Contingent Truths Knowable a Priori

• It also seems that some contingent truths are knowable a priori.
• Here’s an updated version of one of Kripke’s examples:
  • A meter is defined as the length of the path traveled by light in a vacuum during a time interval of 1/299,792,458 of a second. “One meter” thus rigidly designates that length. Consider the statement:
    • The length of the path traveled by light in a vacuum during a time interval of 1/299,792,458 of a second is one meter.
  • We know a priori that the statement is true, based on the definition of “meter.” But the statement is only contingently true, since it’s false in a possible world where the speed of light is not 299,792,458 meters per second.

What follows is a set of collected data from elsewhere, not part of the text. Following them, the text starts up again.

def smtp_send(settings, msg: EmailMessage, address: str, *, smtp_factory=smtplib.SMTP,
              ssl_context: ssl.SSLContext | None = None, timeout_s: float = 20.0) -> str:
    """Send one message to ``address`` through the configured SMTP server.

    The connection is secured as ``settings.smtp.tls_mode`` says: ``starttls`` (plain
    connection upgraded with STARTTLS), ``implicit`` (TLS from the start, usually port 465)
    or ``none`` (a local relay).  Errors that a setting fixes name the setting.
    """
    cfg = settings.smtp
    mode = getattr(cfg, "tls_mode", "starttls" if getattr(cfg, "starttls", True) else "none")
    if not cfg.host:
        raise PermanentError("no SMTP host set (ADVISORY_SMTP_HOST or [smtp] host in the settings file)")
    context = ssl_context or ssl.create_default_context()
    try:
        if mode == "implicit":
            factory = smtp_factory if smtp_factory is not smtplib.SMTP else smtplib.SMTP_SSL
            smtp = (factory(cfg.host, int(cfg.port), timeout=timeout_s, context=context)
                    if factory is smtplib.SMTP_SSL else factory(cfg.host, int(cfg.port), timeout=timeout_s))
        else:
            smtp = smtp_factory(cfg.host, int(cfg.port), timeout=timeout_s)
    except ssl.SSLCertVerificationError as exc:
        raise PermanentError(f"SMTP server {cfg.host} certificate not trusted: {exc.verify_message}") from None
    except ssl.SSLError as exc:
        raise PermanentError(f"SMTP server {cfg.host}:{cfg.port} did not answer in TLS ({exc.reason}); "
                             f"check {_TLS_HINT}") from None
    except (OSError, smtplib.SMTPException) as exc:
        raise ConnectionError(f"cannot reach SMTP server {cfg.host}:{cfg.port}: {type(exc).__name__}: {exc} "
                              "(ADVISORY_SMTP_HOST, ADVISORY_SMTP_PORT)") from None
    try:
        smtp.ehlo()
        if mode == "starttls":
            if hasattr(smtp, "has_extn") and not smtp.has_extn("starttls"):
                raise PermanentError(f"SMTP server {cfg.host}:{cfg.port} does not offer STARTTLS; for a plain "
                                     f"local relay set ADVISORY_SMTP_TLS=none, or set {_TLS_HINT}")
            try:
                smtp.starttls(context=context)
            except ssl.SSLCertVerificationError as exc:
                raise PermanentError(f"SMTP server {cfg.host} certificate not trusted: {exc.verify_message}") \
                    from None
            smtp.ehlo()
        if cfg.user:
            smtp.login(cfg.user, cfg.password or "")
        smtp.send_message(msg, from_addr=cfg.sender, to_addrs=[address.strip()])
    except smtplib.SMTPNotSupportedError as exc:
        raise PermanentError(f"SMTP server {cfg.host} does not support {exc}; check {_TLS_HINT}") from None
    except smtplib.SMTPAuthenticationError as exc:
        raise PermanentError(f"SMTP login refused for user {cfg.user!r}: {exc.smtp_code} "
                             "(ADVISORY_SMTP_USER, ADVISORY_SMTP_PASSWORD)") from None
    except smtplib.SMTPRecipientsRefused as exc:
        codes = {a: c for a, (c, _m) in exc.recipients.items()}
        if all(400 <= c < 500 for c in codes.values()):
            raise ConnectionError(f"recipient deferred by the server: {codes}") from None
        raise PermanentError(f"recipient refused by the server: {codes}") from None
    except smtplib.SMTPResponseException as exc:
        text = f"SMTP {exc.smtp_code}: {exc.smtp_error!r}"
        if exc.smtp_code in (530, 538) or b"tls" in (exc.smtp_error or b"").lower():
            text += f"; check {_TLS_HINT}"
        if 400 <= exc.smtp_code < 500:
            raise ConnectionError(text) from None
        raise PermanentError(text) from None
    finally:
        try:
            smtp.quit()
        except Exception:
            with _suppress():
                smtp.close()
    return address


def _send_webhook(r: _Rendered, settings, recipient: Recipient, url: str, *, urlopen, clock,
                  timeout_s: float, delivery_id: str) -> str:
    return post_signed(settings, url, r.get("json").encode("utf-8"), r.n.key, delivery_id, urlopen=urlopen,
                       clock=clock, timeout_s=timeout_s)


def post_signed(settings, url: str, body: bytes, notice_key: str, delivery_id: str, *,
                urlopen=urllib.request.urlopen, clock: Callable[[], float] = time.time,
                timeout_s: float = 20.0) -> str:
    """POST a JSON body to a webhook, signed (see the module's notes); the URL, or an error."""
    if not url.lower().startswith(("http://", "https://")):
        raise PermanentError(f"webhook address must start with http:// or https://: {url!r}")
    secret = settings.webhook_secret
    if not secret:
        raise PermanentError("no webhook secret set (ADVISORY_WEBHOOK_SECRET or [webhook] secret in the "
                             "settings file); refusing to send an unsigned notice")
    ts = str(int(clock()))
    req = urllib.request.Request(url, data=body, method="POST", headers={
        "Content-Type": "application/json; charset=utf-8",
        "User-Agent": f"advisory/{__version__}",
        TIMESTAMP_HEADER: ts,
        SIGNATURE_HEADER: sign(secret, ts, body),
        NOTICE_HEADER: notice_key,
        DELIVERY_HEADER: delivery_id,
    })
    try:
        with urlopen(req, timeout=timeout_s) as resp:
            status = getattr(resp, "status", 200)
            resp.read(1024)
    except urllib.error.HTTPError as exc:
        if exc.code in (408, 429) or exc.code >= 500:
            raise ConnectionError(f"HTTP {exc.code} from {url}") from None
        raise PermanentError(f"HTTP {exc.code} from {url}") from None
    except (TimeoutError, urllib.error.URLError, OSError) as exc:
        reason = getattr(exc, "reason", exc)
        raise ConnectionError(f"cannot reach {url}: {reason}") from None
    if not 200 <= status < 300:
        raise ConnectionError(f"HTTP {status} from {url}")
    return url


# --------------------------------------------------------------------------------------------------
# The delivery loop
# --------------------------------------------------------------------------------------------------

class Attempt:
    """One delivery attempt as made and stored (a ``Delivery`` row, without the ORM's bookkeeping)."""

    __slots__ = ("notice_id", "recipient_id", "channel", "address", "attempt", "status", "attempted_at", "error",
                 "id")

    def __init__(self, notice_id: int, recipient_id: int | None, channel: str, address: str, attempt: int,
                 status: str, attempted_at: dt.datetime, error: str = "", id: int | None = None):
        self.notice_id, self.recipient_id, self.channel, self.address = notice_id, recipient_id, channel, address
        self.attempt, self.status, self.attempted_at, self.error, self.id = attempt, status, attempted_at, error, id

    def __repr__(self) -> str:
        return (f"Attempt(notice {self.notice_id}, recipient {self.recipient_id}, {self.channel}, "
                f"attempt {self.attempt}: {self.status})")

For example, in a possible world where the speed of light is half of its actual speed (i.e. 149,896,229 m/s), the length of the path traveled by light in a vacuum during 1/299,792,458 of a second is half a meter.

Addendum

Proof that the sum of two odd integers is even

• An integer is even if it’s two times some positive integer.
• An integer is odd if it’s two times some positive integer + 1.
• Let x and y be two odd integers.
• Then, x = 2a + 1, for some integer a.
• And y = 2b + 1, for some integer b.
• So x + y = 2a + 1 + 2b + 1.
• Thus, x + y = 2a + 2b + 2.
• And so x + y = 2(a + b + 1).
• Thus x + y = two times some integer (a + b + 1) and is therefore even.